(Stored items)

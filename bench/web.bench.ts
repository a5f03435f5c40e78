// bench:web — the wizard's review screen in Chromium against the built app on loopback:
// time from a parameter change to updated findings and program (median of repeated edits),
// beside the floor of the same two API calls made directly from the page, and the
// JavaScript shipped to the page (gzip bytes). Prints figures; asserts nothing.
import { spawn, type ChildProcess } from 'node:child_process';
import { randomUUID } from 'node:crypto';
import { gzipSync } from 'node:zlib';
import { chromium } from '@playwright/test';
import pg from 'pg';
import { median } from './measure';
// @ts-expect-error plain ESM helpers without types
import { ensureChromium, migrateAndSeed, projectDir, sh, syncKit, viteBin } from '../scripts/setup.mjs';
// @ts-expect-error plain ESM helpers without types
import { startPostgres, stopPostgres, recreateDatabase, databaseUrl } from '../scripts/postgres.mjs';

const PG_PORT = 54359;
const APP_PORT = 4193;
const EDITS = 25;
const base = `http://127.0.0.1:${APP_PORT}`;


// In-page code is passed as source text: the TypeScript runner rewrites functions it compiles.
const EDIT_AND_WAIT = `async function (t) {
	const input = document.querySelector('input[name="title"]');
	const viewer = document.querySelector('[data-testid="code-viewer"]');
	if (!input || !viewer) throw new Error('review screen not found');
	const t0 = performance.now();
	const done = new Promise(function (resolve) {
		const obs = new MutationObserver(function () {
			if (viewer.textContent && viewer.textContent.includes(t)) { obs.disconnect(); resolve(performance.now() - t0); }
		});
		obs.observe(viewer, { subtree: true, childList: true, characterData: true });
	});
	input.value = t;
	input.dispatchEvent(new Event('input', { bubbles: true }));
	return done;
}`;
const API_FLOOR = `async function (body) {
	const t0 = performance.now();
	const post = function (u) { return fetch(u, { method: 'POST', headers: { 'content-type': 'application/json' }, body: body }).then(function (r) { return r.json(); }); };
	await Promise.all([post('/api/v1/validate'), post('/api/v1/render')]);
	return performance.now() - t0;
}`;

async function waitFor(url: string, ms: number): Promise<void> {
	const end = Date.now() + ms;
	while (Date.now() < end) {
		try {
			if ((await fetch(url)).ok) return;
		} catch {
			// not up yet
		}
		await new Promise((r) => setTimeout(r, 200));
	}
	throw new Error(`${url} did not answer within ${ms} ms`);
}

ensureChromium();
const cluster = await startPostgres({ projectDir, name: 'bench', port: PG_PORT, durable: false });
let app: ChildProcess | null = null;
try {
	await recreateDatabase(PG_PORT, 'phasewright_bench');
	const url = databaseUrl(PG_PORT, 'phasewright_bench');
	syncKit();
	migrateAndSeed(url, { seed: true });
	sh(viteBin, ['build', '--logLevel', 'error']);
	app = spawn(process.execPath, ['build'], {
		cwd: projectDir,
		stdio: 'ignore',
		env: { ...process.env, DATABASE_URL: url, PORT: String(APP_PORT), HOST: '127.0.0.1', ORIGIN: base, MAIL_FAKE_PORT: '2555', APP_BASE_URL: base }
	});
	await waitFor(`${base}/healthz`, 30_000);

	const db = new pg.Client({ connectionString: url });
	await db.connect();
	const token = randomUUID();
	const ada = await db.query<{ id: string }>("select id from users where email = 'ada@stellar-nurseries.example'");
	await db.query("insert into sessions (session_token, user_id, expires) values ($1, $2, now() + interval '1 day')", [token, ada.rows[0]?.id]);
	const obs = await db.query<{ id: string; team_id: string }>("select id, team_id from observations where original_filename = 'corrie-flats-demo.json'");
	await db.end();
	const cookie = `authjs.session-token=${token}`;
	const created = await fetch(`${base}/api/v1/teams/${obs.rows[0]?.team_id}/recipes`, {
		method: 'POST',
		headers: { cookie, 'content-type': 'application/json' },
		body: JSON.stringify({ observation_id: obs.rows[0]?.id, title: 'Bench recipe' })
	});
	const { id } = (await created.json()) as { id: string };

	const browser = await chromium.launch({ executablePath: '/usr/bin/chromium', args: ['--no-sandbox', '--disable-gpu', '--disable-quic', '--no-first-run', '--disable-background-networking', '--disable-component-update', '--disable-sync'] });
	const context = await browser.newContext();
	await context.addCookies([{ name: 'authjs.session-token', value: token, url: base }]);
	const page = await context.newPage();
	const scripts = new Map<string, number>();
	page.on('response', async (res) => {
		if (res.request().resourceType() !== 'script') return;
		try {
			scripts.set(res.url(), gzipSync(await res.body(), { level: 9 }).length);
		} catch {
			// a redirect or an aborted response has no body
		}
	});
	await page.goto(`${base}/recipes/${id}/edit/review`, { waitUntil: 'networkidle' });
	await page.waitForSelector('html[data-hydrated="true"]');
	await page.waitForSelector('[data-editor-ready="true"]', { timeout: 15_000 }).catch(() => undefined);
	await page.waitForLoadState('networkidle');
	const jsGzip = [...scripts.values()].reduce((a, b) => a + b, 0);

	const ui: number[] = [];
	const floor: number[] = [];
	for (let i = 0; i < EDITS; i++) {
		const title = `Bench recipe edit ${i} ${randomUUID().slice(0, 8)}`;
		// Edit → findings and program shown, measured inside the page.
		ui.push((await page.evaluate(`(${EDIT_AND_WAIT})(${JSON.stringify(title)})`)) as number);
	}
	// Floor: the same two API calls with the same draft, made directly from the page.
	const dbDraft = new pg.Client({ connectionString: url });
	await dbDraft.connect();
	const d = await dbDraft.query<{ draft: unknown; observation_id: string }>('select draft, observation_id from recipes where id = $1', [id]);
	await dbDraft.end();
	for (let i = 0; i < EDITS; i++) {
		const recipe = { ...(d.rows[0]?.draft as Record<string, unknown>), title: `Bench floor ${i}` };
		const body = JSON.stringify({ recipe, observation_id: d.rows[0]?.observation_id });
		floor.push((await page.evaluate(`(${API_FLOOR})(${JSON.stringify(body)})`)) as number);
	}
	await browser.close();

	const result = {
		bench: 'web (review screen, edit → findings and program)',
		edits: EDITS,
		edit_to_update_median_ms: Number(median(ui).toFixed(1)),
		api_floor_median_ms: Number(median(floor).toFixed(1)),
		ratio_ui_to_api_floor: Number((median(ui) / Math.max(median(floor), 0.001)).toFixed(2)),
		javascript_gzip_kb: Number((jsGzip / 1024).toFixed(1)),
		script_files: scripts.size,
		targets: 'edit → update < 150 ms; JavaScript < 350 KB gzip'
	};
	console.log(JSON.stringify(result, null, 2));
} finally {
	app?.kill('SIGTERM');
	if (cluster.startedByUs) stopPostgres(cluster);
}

* Work required
The lines needed are those in the data above that hold the string "unknown"; copy each of them.

* Response
	const d = await dbDraft.query<{ draft: unknown; observation_id: string }>('select draft, observation_id from recipes where id = $1', [id]);
		const recipe = { ...(d.rows[0]?.draft as Record<string, unknown>), title: `Bench floor ${i}` };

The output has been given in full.